##### Records supplied #####
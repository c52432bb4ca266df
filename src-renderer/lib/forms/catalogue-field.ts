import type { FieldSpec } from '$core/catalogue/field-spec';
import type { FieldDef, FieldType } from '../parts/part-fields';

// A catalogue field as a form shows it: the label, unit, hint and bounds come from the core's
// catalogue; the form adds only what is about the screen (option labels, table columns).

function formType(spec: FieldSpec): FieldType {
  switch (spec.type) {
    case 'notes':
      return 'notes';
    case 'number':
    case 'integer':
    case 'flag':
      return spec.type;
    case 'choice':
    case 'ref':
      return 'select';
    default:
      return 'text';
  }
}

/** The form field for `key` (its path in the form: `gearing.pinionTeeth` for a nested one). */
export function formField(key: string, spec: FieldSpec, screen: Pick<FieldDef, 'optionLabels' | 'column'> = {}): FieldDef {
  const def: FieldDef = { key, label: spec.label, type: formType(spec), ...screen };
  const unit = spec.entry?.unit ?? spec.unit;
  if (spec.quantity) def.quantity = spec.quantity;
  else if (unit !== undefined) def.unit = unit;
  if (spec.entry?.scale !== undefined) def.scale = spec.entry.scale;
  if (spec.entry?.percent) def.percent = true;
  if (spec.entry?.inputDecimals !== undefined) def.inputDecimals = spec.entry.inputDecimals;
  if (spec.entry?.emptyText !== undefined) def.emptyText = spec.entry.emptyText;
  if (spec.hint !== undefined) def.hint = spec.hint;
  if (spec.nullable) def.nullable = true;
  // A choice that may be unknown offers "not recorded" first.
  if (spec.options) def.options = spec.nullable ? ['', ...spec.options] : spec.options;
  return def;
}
#####
## The problem
After locating the line with "screen: Pick<FieldDef, 'optionLabels'" above, return that line and every later line through the one with "if (spec.quantity) def.quantity", word for word and with nothing else.

## Exercise result
export function formField(key: string, spec: FieldSpec, screen: Pick<FieldDef, 'optionLabels' | 'column'> = {}): FieldDef {
  const def: FieldDef = { key, label: spec.label, type: formType(spec), ...screen };
  const unit = spec.entry?.unit ?? spec.unit;
  if (spec.quantity) def.quantity = spec.quantity;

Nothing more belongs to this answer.